:: THE DATA
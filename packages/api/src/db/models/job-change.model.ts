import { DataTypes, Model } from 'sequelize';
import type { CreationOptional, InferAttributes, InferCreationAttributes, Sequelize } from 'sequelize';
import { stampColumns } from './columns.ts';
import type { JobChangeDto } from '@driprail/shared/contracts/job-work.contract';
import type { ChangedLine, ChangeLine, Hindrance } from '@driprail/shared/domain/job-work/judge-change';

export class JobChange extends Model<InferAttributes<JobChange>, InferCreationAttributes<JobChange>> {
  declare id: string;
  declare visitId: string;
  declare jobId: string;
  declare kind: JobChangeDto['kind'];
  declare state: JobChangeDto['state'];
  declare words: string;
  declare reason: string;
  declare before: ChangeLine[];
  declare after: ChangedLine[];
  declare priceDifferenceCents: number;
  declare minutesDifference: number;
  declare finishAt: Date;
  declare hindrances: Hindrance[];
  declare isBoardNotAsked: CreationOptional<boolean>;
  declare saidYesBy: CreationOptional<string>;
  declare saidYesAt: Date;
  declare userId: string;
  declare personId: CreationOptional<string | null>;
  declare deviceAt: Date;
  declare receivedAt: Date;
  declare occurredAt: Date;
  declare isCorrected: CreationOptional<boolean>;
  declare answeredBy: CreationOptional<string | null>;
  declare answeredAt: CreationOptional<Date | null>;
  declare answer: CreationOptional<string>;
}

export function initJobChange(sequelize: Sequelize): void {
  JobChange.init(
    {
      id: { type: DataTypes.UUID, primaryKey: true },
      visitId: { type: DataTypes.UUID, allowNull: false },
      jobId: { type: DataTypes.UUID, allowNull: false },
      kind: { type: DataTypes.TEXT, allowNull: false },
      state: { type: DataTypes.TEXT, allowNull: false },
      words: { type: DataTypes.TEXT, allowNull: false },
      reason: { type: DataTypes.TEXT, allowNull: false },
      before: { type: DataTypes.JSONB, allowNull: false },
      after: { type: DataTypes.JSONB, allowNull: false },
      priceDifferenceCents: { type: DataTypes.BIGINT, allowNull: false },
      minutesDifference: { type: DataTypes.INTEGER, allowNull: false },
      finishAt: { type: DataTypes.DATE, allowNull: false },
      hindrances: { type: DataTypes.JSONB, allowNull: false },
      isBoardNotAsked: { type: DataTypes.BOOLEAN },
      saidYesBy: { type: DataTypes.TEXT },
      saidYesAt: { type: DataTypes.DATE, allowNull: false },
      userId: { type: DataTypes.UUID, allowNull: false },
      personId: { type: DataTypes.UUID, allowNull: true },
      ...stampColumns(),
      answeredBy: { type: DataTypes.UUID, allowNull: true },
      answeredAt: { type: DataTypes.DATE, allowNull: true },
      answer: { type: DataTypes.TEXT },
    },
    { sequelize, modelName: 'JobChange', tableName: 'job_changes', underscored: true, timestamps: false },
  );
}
::::
:: THE DATA
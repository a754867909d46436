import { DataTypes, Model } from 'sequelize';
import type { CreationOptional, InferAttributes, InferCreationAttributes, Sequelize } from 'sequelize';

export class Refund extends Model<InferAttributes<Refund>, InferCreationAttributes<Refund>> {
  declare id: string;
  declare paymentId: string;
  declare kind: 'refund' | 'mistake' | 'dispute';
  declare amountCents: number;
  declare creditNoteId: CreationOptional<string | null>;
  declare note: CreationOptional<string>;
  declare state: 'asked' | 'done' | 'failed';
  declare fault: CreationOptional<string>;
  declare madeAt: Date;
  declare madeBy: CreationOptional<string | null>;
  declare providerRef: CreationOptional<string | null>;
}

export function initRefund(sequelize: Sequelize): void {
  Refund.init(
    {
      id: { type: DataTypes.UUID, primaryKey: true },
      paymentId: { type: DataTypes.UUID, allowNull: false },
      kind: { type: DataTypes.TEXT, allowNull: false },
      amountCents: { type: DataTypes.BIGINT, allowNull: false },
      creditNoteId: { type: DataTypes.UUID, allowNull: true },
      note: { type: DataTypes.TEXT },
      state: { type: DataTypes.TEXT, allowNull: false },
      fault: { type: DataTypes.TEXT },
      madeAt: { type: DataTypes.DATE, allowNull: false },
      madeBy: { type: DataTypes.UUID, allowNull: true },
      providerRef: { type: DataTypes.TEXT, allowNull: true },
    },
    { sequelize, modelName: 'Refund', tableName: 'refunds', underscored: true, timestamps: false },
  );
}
::::
[YOUR TASK] Some lines of the data above may hold the word "work"; report how many do, and nothing else.

[COMPLETED EXERCISE] 2